BRUEGEL, Pieter the Elder
(b. ca. 1525, Brogel, d. 1569, Bruxelles)

The Census at Bethlehem

1566
Oil on oak, 116 x 164 cm
Musées Royaux des Beaux-Arts, Brussels

Seen from above, the snow-covered village stretches on the one side to a ruined castle and on the other, beyond the pond, as far as the church. People are going about their daily tasks: sweeping the snow, building a cabin, crossing the pond on foot next to a ferry-boat caught in the ice, gathering around a fire. The children are playing, throwing snowballs, skating, spinning their tops, sledging. In the right hand foreground, a man with a large carpenter's saw is leading an ox and an ass, the latter bearing a women wrapped tightly in an ample blue mantle. Without attracting attention, they pick their way between the carts of beer barrels and bales. These are Joseph and Mary, who have come to Bethlehem to be enrolled in the universal census ordered by Emperor Augustus. The Gospel episode is associated with the payment of tax. And indeed to the left, the crowd is pressing in front of the tax-gatherer's office, installed at the window of the inn, whilst in front of the door, a pig is being killed.

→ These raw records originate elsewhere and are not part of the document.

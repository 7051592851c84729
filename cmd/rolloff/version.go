package main

import (
	"context"
	"fmt"
	"runtime/debug"
)

func init() {
	register(&command{name: "version", summary: "print the build's version", run: func(ctx context.Context, env *cmdEnv, args []string) error {
		v := "(devel)"
		if bi, ok := debug.ReadBuildInfo(); ok && bi.Main.Version != "" {
			v = bi.Main.Version
		}
		fmt.Fprintf(env.stdout, "rolloff %s\n", v)
		return nil
	}})
}
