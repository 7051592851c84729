package web

import (
	"io/fs"
	"net"

	"github.com/rs/zerolog"

	"rolloff/driver/bench"
	"rolloff/sweep/sched"
	"rolloff/sweep/store"

	"rolloff/web/guard"
	"rolloff/web/hub"
	"rolloff/web/page"
)

// TokenHeader is the request header carrying the access token.
const TokenHeader = guard.TokenHeader

// Config configures a Server.
type Config struct {
	// Addr is the listen address (default DefaultAddr). Any address other
	// than loopback requires a token; one is generated when Token is empty.
	Addr string
	// Token, when set, is required on every API request (header
	// X-Rolloff-Token, or the websocket subprotocol "rolloff-token.T").
	Token string
	// Listener, when set, is used instead of listening on Addr.
	Listener net.Listener
	// MaxBodyBytes limits request bodies (default 1 MiB).
	MaxBodyBytes int64
	Log          zerolog.Logger
	Version      string
	// Hub tunes the websocket hub.
	Hub hub.Options

	// Bench is the open bench the daemon drives. The caller opened it and
	// closes it after Serve returns (Close halts the generator first).
	Bench *bench.Bench
	// Store is the run store.
	Store *store.Store
	// MaxQueued is how many runs may wait for the bench (default
	// queue.DefaultMaxQueued); past it a submission gets 429.
	MaxQueued int
	// Sched adjusts the scheduler's options of every run; may be nil.
	Sched func(*sched.Opts)
}

func readAsset(name string) ([]byte, error) { return fs.ReadFile(page.Static, name) }
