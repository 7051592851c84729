package web

import (
	"bytes"
	"context"
	"encoding/json"
	"net"
	"net/http"
	"strings"
	"testing"
	"time"

	"github.com/gorilla/websocket"

	"rolloff/sweep/event"
	"rolloff/web/guard"
)

func decode[T any](t *testing.T, data []byte) T {
	t.Helper()
	var v T
	if err := json.Unmarshal(data, &v); err != nil {
		t.Fatalf("decoding %s: %v", data, err)
	}
	return v
}

func TestBenchEndpoint(t *testing.T) {
	d := startDemo(t, demoOpts{})
	res, data := d.do("GET", "/api/bench", nil)
	want(t, "bench", res, data, 200, "")
	b := decode[BenchInfo](t, data)
	if !b.Simulated || b.TimeScale <= 1 || len(b.Instruments) < 2 || len(b.Ranges) == 0 || b.Limits.MaxVrms <= 0 {
		t.Fatalf("bench %+v", b)
	}
	for _, in := range b.Instruments {
		if in.Identity.Manufacturer == "" || in.Identity.Model == "" {
			t.Fatalf("instrument without identity: %+v", in)
		}
	}
	if strings.Join(b.Roles, ",") == "" {
		t.Fatal("no roles")
	}
	res, data = d.do("POST", "/api/bench", "{}")
	want(t, "POST bench", res, data, 405, "method")
}

func TestEstimateAndPlanErrors(t *testing.T) {
	d := startDemo(t, demoOpts{})
	res, data := d.do("POST", "/api/plan/estimate", smallPlan("fixed"))
	want(t, "estimate", res, data, 200, "")
	e := decode[Estimate](t, data)
	if e.Points != 11 || e.DurationS <= 0 || e.TimeScale != d.b.TimeScale || e.Plan == nil || e.Plan.Settle.Readings == 0 {
		t.Fatalf("estimate %+v", e)
	}
	toml := "name = \"upload\"\n[frequencies]\nstart_hz = 1000\nstop_hz = 10000\npoints_per_decade = 3\n[level]\nvrms = 0.5\n"
	res, data = d.do("POST", "/api/plan/estimate", map[string]string{"plan_toml": toml, "file_name": "up.toml"})
	want(t, "estimate of a TOML upload", res, data, 200, "")
	if e := decode[Estimate](t, data); e.Points != 4 {
		t.Fatalf("TOML estimate %+v", e)
	}
	bad := smallPlan("fixed")
	bad["frequencies"].(map[string]any)["start_hz"] = -5
	res, data = d.do("POST", "/api/plan/estimate", bad)
	want(t, "negative start", res, data, 400, "frequencies.start_hz")
	res, data = d.do("POST", "/api/runs", bad)
	want(t, "run with a negative start", res, data, 400, "frequencies.start_hz")
	over := smallPlan("fixed")
	over["level"] = map[string]any{"vrms": 1000}
	res, data = d.do("POST", "/api/plan/estimate", over)
	want(t, "amplitude above the bench limit", res, data, 400, "level.vrms")
	unknown := smallPlan("fixed")
	unknown["colour"] = "red"
	res, data = d.do("POST", "/api/plan/estimate", unknown)
	if res.StatusCode != 400 || !strings.Contains(string(data), "colour") {
		t.Fatalf("unknown field: %d %s", res.StatusCode, data)
	}
	res, data = d.do("POST", "/api/plan/estimate", map[string]string{"plan_toml": toml + "bogus = 1\n", "file_name": "up.toml"})
	if res.StatusCode != 400 || !strings.Contains(string(data), "up.toml") || !strings.Contains(string(data), "bogus") {
		t.Fatalf("TOML with an unknown key: %d %s", res.StatusCode, data)
	}
	res, data = d.do("POST", "/api/plan/estimate", map[string]any{"plan_toml": toml, "extra": 1})
	want(t, "upload with an extra field", res, data, 400, "plan_toml")
	res, data = d.do("POST", "/api/plan/estimate", "")
	want(t, "empty body", res, data, 400, "body")
	res, data = d.do("POST", "/api/plan/estimate", "[1,2]")
	want(t, "array body", res, data, 400, "body")
	res, data = d.do("GET", "/api/plan/estimate", nil)
	want(t, "GET estimate", res, data, 405, "method")
}
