// Package report writes a run's one-page PDF report, report.pdf: the unit
// and the bench it was measured on, the plan in one line, a Bode plot of
// the gain with its uncertainty band, corners, reference and corner-level
// lines, mask and flagged points, the figures with their expanded
// uncertainties, the fitted model in words, the mask verdict, the
// uncertainty budget in brief, the notes and the safety statement.
//
// Text is set as text in embedded fonts (selectable and searchable) and the
// plot is drawn as vector graphics in shades of grey, so that the page
// prints the same on a monochrome printer. Doc and Chart, the page and
// plot primitives, are shared with the batch summary.
package report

The picture suggests a muffled atmosphere, made more limpid by the reddening disk of the setting sun. With tiny highlights and reworkings and subtle nuances of colour, Bruegel works on the whites to evoke the snow in all its diversity: powdery and virgin, footprinted, grey and frozen from where the children have been sliding on it, slushy where trampled. The scene is punctuated with thin trees whose empty branches stand out like signposts against a clear sky, thinly painted to allow the background layer to show through.

In a masterful synthesis of religious painting, genre scene and landscape, Bruegel recomposes everyday life, revisiting the biblical story to create a picture of a rarely equalled richness, which can be read in several ways. With a few deft brushstrokes he brilliantly captures human silhouettes in the full spontaneity of their activities. Drawing his inspiration probably from the snow-covered landscapes found in Books of Hours, Bruegel is one of the first artists to paint snow scenes, a theme he returned to another four times. In his wake, the subject proved an immense success, with winter landscapes becoming a genre of their own. 14 copies of this panel are known, one of which, from the hand of Brueghel the Younger, is also in the Brussels museum.